# 2010 Ebbetts Pass Century - Aug. 28th



## Airdo (Aug 18, 2007)

Check out the 4th Annual Ebbetts Pass Century on August 28th, 2010 being held in the Central Sierra Nevada. With 10,100 feet of climbing over 101 miles on scenic roads this is a great ride and well supported. 

***A few spaces are still available for the first 100 registrations gaining automatic entry into the 2011 Death Ride***.

Additional Rides:
Bear Valley Metric Century: 64 miles & 7900 feet of climbing
Bear Valley Half Century: 48 miles & 4950 feet of climbing
Stanislaus Quarter Century: 28 miles & 3400 feet of climbing

More info:
http://www.mtadventure.com/pages/century.html
(209) 753-6556


----------



## SpinningSabirila (Aug 30, 2010)

*Photos*

There was a very kind lady taking pictures of riders during EPC last weekend.

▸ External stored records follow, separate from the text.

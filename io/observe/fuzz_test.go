package observe

import (
	"math"
	"slices"
	"strings"
	"testing"
	"unicode/utf8"

	"github.com/google/go-cmp/cmp"
	"github.com/paulmach/orb"
)

// FuzzReadCSV holds every table to what its documentation promises, and every refusal to being one readable line.
func FuzzReadCSV(f *testing.F) {
	f.Add("x,y,n,of,soil\n1,2,3,4,clay\n5,6,NA,8,loam\n9,9,1,2,peat\n", uint8(2), false)
	f.Add("\xef\xbb\xbfLon,Lat,n,of,soil\r\n1,2,3,4,\"a \"\"b\"\"\"\r\n", uint8(3), true)
	f.Add("lon,lat,n,of,soil\n1,97,3,4,a\n", uint8(1), false)
	f.Add("x;y;n\n1;2;3\n", uint8(0), false)
	f.Add("x,y,n,n\n1,2,3\n\"", uint8(1), false)
	f.Fuzz(func(t *testing.T, text string, kind uint8, strict bool) {
		skipFeatures(t, text)
		want := Request{Kind: Kind(kind % 4), Category: []string{"soil"}, Keep: []string{"of"}, Strict: strict}
		if want.Kind != None {
			want.Response = "n"
		}
		if want.Kind == Positives {
			want.Trials = "of"
		}
		table, err := Read(strings.NewReader(text), "f.csv", want)
		if err != nil {
			for _, s := range []string{err.Error(), hint(err)} {
				if table != nil || s == "no hint" || !utf8.ValidString(s) || strings.ContainsAny(s, "\n\r\x00") {
					t.Fatalf("refused with %q and table %v", s, table)
				}
			}
			return
		}
		checkTable(t, table, want)
	})
}

// skipFeatures leaves GeoJSON to the targets that are about it.
func skipFeatures(t *testing.T, file string) {
	if _, from, err := openOrigin(strings.NewReader(file), "f", Format{}); err == nil && from.features {
		t.Skip()
	}
}

// FuzzFormats holds tables of every format, in any encoding and packed or not, to the same, and ReadPart to Read.
func FuzzFormats(f *testing.F) {
	f.Add([]byte("x;y;n\n1,5;2;<0,5\n1;2;3\n"), uint8(1), uint8(1), "n.d.", false)
	f.Add([]byte("x\ty\tn\n1\t\t3\n"), uint8(0), uint8(3), "", true)
	f.Add([]byte("x,y,n\n1,2,\"1,234\"\n1,2,\xe9\n"), uint8(0), uint8(0), "-", false)
	f.Add([]byte("\xff\xfex\x00,\x00y\x00,\x00n\x00\n\x001\x00,\x002\x00,\x003\x00"), uint8(0), uint8(2), "1", true)
	f.Add([]byte("\x1f\x8b\x08\x00\x00"), uint8(4), uint8(2), "1", false)
	f.Fuzz(func(t *testing.T, text []byte, separator, rules uint8, mark string, packed bool) {
		format := Format{Separator: []rune{0, ',', ';', '\t', '|', '¦'}[separator%6], DecimalComma: rules&4 > 0,
			BelowLimit: BelowLimit(rules % 4), Missing: []string{mark}}
		file := string(text)
		if packed {
			file = zipped(t, file)
		}
		skipFeatures(t, file)
		for _, kind := range []Kind{Measure, Count} {
			want := Request{Response: "n", Kind: kind, Category: []string{"soil"}, Keep: []string{"x"}, Linear: []string{"y"}, Format: format}
			if rules&8 > 0 {
				want.Category = nil
			}
			table, err := Read(strings.NewReader(file), "f.csv", want)
			if err == nil {
				checkTable(t, table, want)
			} else if s := err.Error() + hint(err); table != nil || !utf8.ValidString(s) || strings.ContainsAny(s, "\n\r\x00") {
				t.Fatalf("refused with %q and table %v", s, table)
			}
			shared, wholeErr := WholeAs(strings.NewReader(file), "f.csv", format)
			if wholeErr != nil {
				if err == nil {
					t.Fatalf("Read took what WholeAs refuses: %v", wholeErr)
				}
				continue
			}
			part, partErr := ReadPart(shared.All(), want)
			if diff := cmp.Diff(message(err), message(partErr)) + cmp.Diff(table, part); diff != "" {
				t.Fatalf("(-Read +ReadPart):\n%s", diff)
			}
		}
	})
}

func checkTable(t *testing.T, table *Table, want Request) {
	n := table.Len()
	if n == 0 || n+len(table.Aside) != table.Rows || 2*len(table.Aside) > table.Rows || want.Strict && len(table.Aside) > 0 {
		t.Fatalf("%d kept and %d aside of %d rows", n, len(table.Aside), table.Rows)
	}
	if len(table.Line) != n || len(table.Geometry) != n {
		t.Fatalf("%d rows, %d lines, %d places", n, len(table.Line), len(table.Geometry))
	}
	for i, g := range table.Geometry {
		p := g.(orb.Point)
		if !(math.Abs(p[0]) <= 1e9) || !(math.Abs(p[1]) <= 1e9) || table.Degrees && math.Abs(p[1]) > 90 {
			t.Fatalf("row %d: place %v", table.Row[i], p)
		}
		if table.Line[i] <= table.Row[i] {
			t.Fatalf("row %d on line %d", table.Row[i], table.Line[i])
		}
	}
	for _, c := range table.Columns {
		checkColumn(t, c, n, want)
	}
	if want.Kind == Positives {
		of := table.Column("of").Number
		for i, v := range table.Column("n").Number {
			if v > of[i] {
				t.Fatalf("%g positive of %g", v, of[i])
			}
		}
	}
}

func checkColumn(t *testing.T, c Column, n int, want Request) {
	if c.Number == nil && c.Code == nil || c.Number != nil && len(c.Number) != n || c.Code != nil && len(c.Code) != n {
		t.Fatalf("column %q has %d numbers and %d codes for %d rows", c.Name, len(c.Number), len(c.Code), n)
	}
	for _, v := range c.Number {
		if math.IsNaN(v) || math.IsInf(v, 0) || want.Kind > Measure && (v < 0 || v != math.Trunc(v)) {
			t.Fatalf("column %q holds %g", c.Name, v)
		}
	}
	used := make([]bool, len(c.Level))
	for _, code := range c.Code {
		if code >= 0 {
			used[code] = true
		} else if c.Name == "soil" {
			t.Fatal("a category without a value was kept")
		}
	}
	if slices.Contains(used, false) || !slices.IsSorted(c.Level) || len(slices.Compact(slices.Clone(c.Level))) != len(c.Level) {
		t.Fatalf("column %q: levels %q, used %v", c.Name, c.Level, used)
	}
}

I was wondering if anyone knows who she is and how to get in touch with her, to check out some of the pictures.

Thanks much!


----------



## orangeclymer (Aug 18, 2009)

I participated in the MC (metric century) portion and throughly enjoyed myself. It was very much a learning experience for me from many angles and if i may say i not only surprised myself but ended the day a happy camper.


----------